__Your assignment__
Reproduce, exactly and in full, only the lines below from the one containing "worker processes, run" through the one containing "only the samples).".
○ ○ ○ ○
async function main() {
  const loadBefore = load();
  log(`Load average at start (1/5/15 min): ${loadBefore} on ${os.cpus().length} cores`);
  const dir = mkdtempSync(path.join(os.tmpdir(), 'hn-bench-jobs-'));
  const cluster = await startLocalCluster({ dir, database: 'holonaut', throwaway: true, log: () => undefined });
  const dataDir = path.join(dir, 'data');
  const workers: ChildProcess[] = [];
  try {
    const { db, pool } = createDatabase(cluster.url);
    await runMigrations(db);
    await pool.end();
    const env: NodeJS.ProcessEnv = {
      ...process.env, NODE_ENV: 'production', DATABASE_URL: cluster.url, JWT_SECRET: 'bench-secret-that-is-long-enough-0123456789',
      LOG_LEVEL: 'debug', WORKER_CONCURRENCY: '1', JOB_POLL_SECONDS: '2',
    };
    const config = loadConfig(env);
    const ctx = createContext(config) as AppContext & { close(): Promise<void> };
    // This process only enqueues (like the API process).
    const queue = await startJobQueue(ctx, { worker: false, reconcile: false });

    if (NODE_FLAGS.length) log(`Worker processes started with node flags: ${NODE_FLAGS.join(' ')}`);
    const cases = [standardCase(), lightCase()];

    /** One timed run: wall time enqueue → merged result, CPU of each worker process and of PostgreSQL meanwhile. */
    interface Timed {
      s: number; figures: unknown; workerCpuS: number[]; mainThreadCpuS: number[]; computeThreadCpuS: number[]; helperThreadsCpuS: number[];
      postgresCpuS: number; benchCpuS: number; runId: string; t0: number; t1: number;
      /** The workers that were running (not paused) during the run. */
      ran: string[];
    }
    const cpuNow = () => ({
      workers: workers.map((w) => processCpuS(w.pid!)), mains: workers.map((w) => mainThreadCpuS(w.pid!)), threads: workers.map((w) => threadCpuS(w.pid!)),
      pg: clusterCpuS(dataDir), bench: process.cpuUsage(),
    });
    /** A worker's thread CPU in a run: the busiest thread besides the main one is its compute thread, the others are helpers. */
    const splitThreads = (pid: number, before: Map<number, number>, after: Map<number, number>) => {
      const deltas = [...after].filter(([tid]) => tid !== pid).map(([tid, c]) => c - (before.get(tid) ?? 0)).sort((x, y) => y - x);
      return { compute: deltas[0] ?? 0, helpers: deltas.slice(1).reduce((x, c) => x + c, 0) };
    };
    const timeRun = async (c: BenchCase, ran: string[]): Promise<Timed> => {
      const runId = await createRobustnessRun(ctx.db, { body: c.body, sequence: c.sequence, target: c.target, toleranceDeg: 2, samples: SAMPLES, seed: 1, chunkSize: CHUNK });
      const before = cpuNow();
      const t0Epoch = Date.now();
      const t0 = performance.now();
      await queue.enqueueRobustness!(runId);
      for (;;) {
        const [r] = await ctx.db.select({ state: robustnessRuns.state, error: robustnessRuns.error }).from(robustnessRuns).where(eq(robustnessRuns.id, runId));
        if (r.state === 'done') break;
        if (r.state !== 'queued' && r.state !== 'running') throw new Error(`run ${r.state}: ${r.error}`);
        await sleep(POLL_MS);
      }
      const seenS = (performance.now() - t0) / 1000;
      // The last chunk's timing line is written just after its merge (and the figures) commit.
      await sleep(150);
      // The run ended when its last merge committed (that worker's clock is this machine's); polling only notices it.
      const lastDone = Math.max(...timings.filter((x) => x.runId === runId).map((x) => x.doneAt));
      const s = Number.isFinite(lastDone) && lastDone >= t0Epoch ? Math.min(seenS, (lastDone - t0Epoch) / 1000) : seenS;
      const after = cpuNow();
      const [r] = await ctx.db.select({ figures: robustnessRuns.figures }).from(robustnessRuns).where(eq(robustnessRuns.id, runId));
      const bench = process.cpuUsage(before.bench);
      const split = workers.map((w, i) => splitThreads(w.pid!, before.threads[i], after.threads[i]));
      return {
        s, figures: r.figures, runId, t0: t0Epoch, t1: Date.now(), ran,
        workerCpuS: after.workers.map((c, i) => c - before.workers[i]), mainThreadCpuS: after.mains.map((c, i) => c - before.mains[i]),
        computeThreadCpuS: split.map((x) => x.compute), helperThreadsCpuS: split.map((x) => x.helpers),
        postgresCpuS: after.pg - before.pg, benchCpuS: (bench.user + bench.system) / 1e6,
      };
    };
    /** Where a worker's time went in one run, from its per-chunk timing lines (debug level). */
    const breakdown = (run: Timed, worker: string) => {
      const mine = timings.filter((t) => t.runId === run.runId && t.worker === worker);
      if (!mine.length) return { chunks: 0, firstStartMs: null, computeS: 0, claimS: 0, mergeS: 0, waitS: 0, idleS: run.s };
      const sum = (k: 'computeMs' | 'claimMs' | 'mergeMs' | 'waitMs') => mine.reduce((x, t) => x + t[k], 0) / 1000;
      return {
        chunks: mine.length, firstStartMs: Math.min(...mine.map((t) => t.fetchedAt)) - run.t0,
        computeS: sum('computeMs'), claimS: sum('claimMs'), mergeS: sum('mergeMs'), waitS: sum('waitMs'),
        // Time this worker's thread computed nothing between enqueue and the merged result.
        idleS: run.s - sum('computeMs'),
      };
    };
    /** Collections a worker reported during a run (--gc). */
    const gcOf = (run: Timed, worker: string) => {
      const mine = gcEvents.filter((e) => e.worker === worker && e.at >= run.t0 && e.at <= run.t1);
      return { scavenges: mine.filter((e) => e.kind === 'scavenge').length, markCompacts: mine.filter((e) => e.kind === 'mark-compact').length, pauseMs: mine.reduce((x, e) => x + e.pauseMs, 0) };
    };
    /** The merge that completed the run (it also computed and stored the figures), ms. */
    const lastMergeMs = (run: Timed) => timings.filter((x) => x.runId === run.runId).reduce((last, x) => (x.doneAt >= last.doneAt ? x : last), { doneAt: -Infinity, mergeMs: NaN }).mergeMs;
    const describe = (run: Timed, names: string[]) => names.map((n, i) => {
      const b = breakdown(run, n);
      const g = gcOf(run, n);
      const gc = values.gc ? `, GC ${g.scavenges} scavenges + ${g.markCompacts} mark-compacts (${g.pauseMs.toFixed(0)} ms paused)` : '';
      const cpu = `CPU ${run.workerCpuS[i].toFixed(2)} s (main thread ${run.mainThreadCpuS[i].toFixed(2)} s, compute thread ${run.computeThreadCpuS[i].toFixed(2)} s, other threads ${run.helperThreadsCpuS[i].toFixed(2)} s)${gc}`;
      if (!b.chunks) return `${n}: no chunks, ${cpu}`;
      return `${n}: ${b.chunks} chunks, first ${b.firstStartMs} ms after enqueue, computing ${b.computeS.toFixed(2)} s, claim ${b.claimS.toFixed(3)} s, merge ${b.mergeS.toFixed(3)} s, thread idle ${b.idleS.toFixed(2)} s, ${cpu}`;
    }).join('; ') + `; last merge (with the figures) ${lastMergeMs(run).toFixed(0)} ms; PostgreSQL CPU ${run.postgresCpuS.toFixed(2)} s; bench process CPU ${run.benchCpuS.toFixed(2)} s`;

    /** The same samples in this process, one thread, no queue (the work the workers share); measured once, cold. */
    const direct = (c: BenchCase) => {
      const cpu0 = process.cpuUsage();
      const t0 = performance.now();
      robustnessSamples({ body: c.body, sequence: c.sequence, target: c.target, toleranceDeg: 2, seed: 1, model: DEFAULT_ROBUSTNESS_MODEL }, 0, SAMPLES);
      const cpu1 = process.cpuUsage(cpu0);
      return { s: (performance.now() - t0) / 1000, cpuS: (cpu1.user + cpu1.system) / 1e6 };
    };
    const directs = cases.map((c) => {
      const d = direct(c);
      log(`${c.title}: ${c.durationS.toFixed(1)} s of steps; ${SAMPLES} samples in ${SPLIT}, seed 1. One thread in this process, no queue: ${d.s.toFixed(2)} s, CPU ${d.cpuS.toFixed(2)} s (load ${load()})`);
      return d;
    });

    const both = ['bench worker 1', 'bench worker 2'];
    for (const name of both) workers.push(await startWorker(env, name));
    await sleep(1000);

    /** Warm-up and alternating timed runs of one maneuver; its figures. */
    const measure = async (c: BenchCase, d: { s: number; cpuS: number }) => {
      log('');
      log(`${c.title}:`);
      // Two untimed runs: a compute thread's code settles (V8 tiers it up) only after about a thousand
      // samples, and each worker gets about half of a two-worker run.
      const warmFirst = await timeRun(c, both);
      const warm = await timeRun(c, both);
      log(`  untimed warm-up runs, two workers: ${warmFirst.s.toFixed(2)} s, ${warm.s.toFixed(2)} s`);
      const ones: Timed[] = [], twos: Timed[] = [];
      for (let i = 0; i < REPEATS; i++) {
        // The one-worker runs alternate between the two processes, so that a process whose compute
        // thread happens to run slower weighs on both columns alike.
        // The queue is empty here, so the paused worker holds no job.
        const alone = i % 2, paused = workers[1 - alone];
        paused.kill('SIGSTOP');
        await sleep(500);
        const a = await timeRun(c, [both[alone]]);
        ones.push(a);
        log(`  one worker process (${both[alone]}), run ${i + 1}: ${a.s.toFixed(2)} s (load ${load()}); ${describe(a, a.ran)}`);
        paused.kill('SIGCONT');
        await sleep(1000);
        const b = await timeRun(c, both);
        twos.push(b);
        log(`  two worker processes, run ${i + 1}: ${b.s.toFixed(2)} s (load ${load()}); ${describe(b, both)}`);
      }
      const sameFigures = [warmFirst, warm, ...ones, ...twos].every((r) => JSON.stringify(r.figures) === JSON.stringify(warm.figures));
      if (!sameFigures) throw new Error(`${c.title}: figures differ between runs: the split changed the result`);
      const f = warm.figures as { openLoopP95Deg: number; feedbackP95Deg: number };
      const one = median(ones.map((r) => r.s));
      const two = median(twos.map((r) => r.s));
      const ratio = one / two;
      const workerCpu = (runs: Timed[]) => median(runs.map((r) => r.workerCpuS.reduce((x, y) => x + y, 0)));
      // The queue's own CPU in the workers: their main threads (the compute threads do only the samples).
      const mainCpu = (runs: Timed[]) => median(runs.map((r) => r.mainThreadCpuS.reduce((x, y) => x + y, 0)));
      const pgCpu = (runs: Timed[]) => median(runs.map((r) => r.postgresCpuS));
      const computeCpu = (runs: Timed[]) => median(runs.map((r) => r.computeThreadCpuS.reduce((x, y) => x + y, 0)));
      const helperCpu = (runs: Timed[]) => median(runs.map((r) => r.helperThreadsCpuS.reduce((x, y) => x + y, 0)));
      const benchCpu = (runs: Timed[]) => median(runs.map((r) => r.benchCpuS));
      // All the CPU a run cost on this machine: the workers, PostgreSQL and the bench's own polling.
      const totalCpu = (runs: Timed[]) => median(runs.map((r) => r.workerCpuS.reduce((x, y) => x + y, 0) + r.postgresCpuS + r.benchCpuS));
      const gcCount = (runs: Timed[]) => median(runs.map((r) => r.ran.reduce((x, n) => { const g = gcOf(r, n); return x + g.scavenges + g.markCompacts; }, 0)));
      // Thread idle per worker, summed over the workers that ran (the second is paused in one-worker runs).
      const idle = (runs: Timed[]) => median(runs.map((r) => r.ran.reduce((x, n) => x + breakdown(r, n).idleS, 0)));
      log('');
      log(`| workers | wall time, enqueue → merged result (median of ${REPEATS}) | ratio | worker CPU (main / compute / other threads) | PostgreSQL CPU | all CPU of a run | compute threads idle |`);
      log('|---|---|---|---|---|---|---|');
      const row = (runs: Timed[]) =>
        `${workerCpu(runs).toFixed(2)} s (${mainCpu(runs).toFixed(2)} / ${computeCpu(runs).toFixed(2)} / ${helperCpu(runs).toFixed(2)} s) | ${pgCpu(runs).toFixed(2)} s | ${totalCpu(runs).toFixed(2)} s | ${idle(runs).toFixed(2)} s |`;
      log(`| 1 | ${one.toFixed(2)} s | 1.00 | ${row(ones)}`);
      log(`| 2 | ${two.toFixed(2)} s | ${ratio.toFixed(2)}× faster | ${row(twos)}`);
      if (values.gc) log(`Worker collections per run (median): one worker ${gcCount(ones)}, two workers ${gcCount(twos)} (summed).`);
      log(`Same samples in one thread without a queue: ${d.s.toFixed(2)} s wall, ${d.cpuS.toFixed(2)} s CPU (cold, measured once). ${SPLIT}.`);
      log(`Identical figures in every run: yes (open-loop p95 ${f.openLoopP95Deg.toFixed(2)}°, feedback p95 ${f.feedbackP95Deg.toFixed(2)}°).`);
      const round = (x: number) => Number(x.toFixed(3));
      return {
        oneWorkerS: round(one), twoWorkersS: round(two), ratio: round(ratio),
        directOneThreadS: round(d.s), directOneThreadCpuS: round(d.cpuS),
        oneWorkerRunsS: ones.map((r) => round(r.s)), twoWorkersRunsS: twos.map((r) => round(r.s)),
        oneWorkerCpuS: round(workerCpu(ones)), twoWorkersCpuS: round(workerCpu(twos)),
        oneWorkerMainThreadCpuS: round(mainCpu(ones)), twoWorkersMainThreadCpuS: round(mainCpu(twos)),
        oneWorkerPostgresCpuS: round(pgCpu(ones)), twoWorkersPostgresCpuS: round(pgCpu(twos)),
        oneWorkerComputeThreadCpuS: round(computeCpu(ones)), twoWorkersComputeThreadCpuS: round(computeCpu(twos)),
        oneWorkerOtherThreadsCpuS: round(helperCpu(ones)), twoWorkersOtherThreadsCpuS: round(helperCpu(twos)),
        oneWorkerBenchCpuS: round(benchCpu(ones)), twoWorkersBenchCpuS: round(benchCpu(twos)),
        oneWorkerTotalCpuS: round(totalCpu(ones)), twoWorkersTotalCpuS: round(totalCpu(twos)),
        ...(values.gc ? { oneWorkerGcCount: gcCount(ones), twoWorkersGcCount: gcCount(twos) } : {}),
        oneWorkerThreadIdleS: round(idle(ones)), twoWorkersThreadIdleS: round(idle(twos)),
        openLoopP95Deg: round(f.openLoopP95Deg), feedbackP95Deg: round(f.feedbackP95Deg),
      };
    };
    const results: Awaited<ReturnType<typeof measure>>[] = [];
    for (const [i, c] of cases.entries()) results.push(await measure(c, directs[i]));
    // Stopped here so each prints how many jobs it ran (both took chunks).
    await Promise.all(workers.splice(0).map(stopWorker));
    const loadAfter = load();
    log('');
    log(`Summary: ${cases.map((c, i) => `${c.key} maneuver ${results[i].oneWorkerS.toFixed(2)} s → ${results[i].twoWorkersS.toFixed(2)} s, ${results[i].ratio.toFixed(2)}×`).join('; ')}.`);
    log(`Load average (1/5/15 min) before ${loadBefore}, after ${loadAfter}; ${os.cpus().length} cores shared with whatever else runs.`);
    await queue.stop();
    await ctx.close();
    if (values.json) {
      const [standard, light] = results;
      console.log(JSON.stringify({
        // The standard maneuver's figures (the goal), then the light one's under `light`.
        ...standard, samples: SAMPLES, chunkSize: RANGES[0]?.to ?? 0, chunks: RANGES.length, repeats: REPEATS,
        ...(NODE_FLAGS.length ? { workerNodeFlags: NODE_FLAGS.join(' ') } : {}),
        light, loadBefore, loadAfter,
      }));
    }
  } finally {
    await Promise.all(workers.map(stopWorker));
    cluster.stop();
  }
}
○ ○ ○ ○
__Response to the task__
        log(`  two worker processes, run ${i + 1}: ${b.s.toFixed(2)} s (load ${load()}); ${describe(b, both)}`);
      }
      const sameFigures = [warmFirst, warm, ...ones, ...twos].every((r) => JSON.stringify(r.figures) === JSON.stringify(warm.figures));
      if (!sameFigures) throw new Error(`${c.title}: figures differ between runs: the split changed the result`);
      const f = warm.figures as { openLoopP95Deg: number; feedbackP95Deg: number };
      const one = median(ones.map((r) => r.s));
      const two = median(twos.map((r) => r.s));
      const ratio = one / two;
      const workerCpu = (runs: Timed[]) => median(runs.map((r) => r.workerCpuS.reduce((x, y) => x + y, 0)));
      // The queue's own CPU in the workers: their main threads (the compute threads do only the samples).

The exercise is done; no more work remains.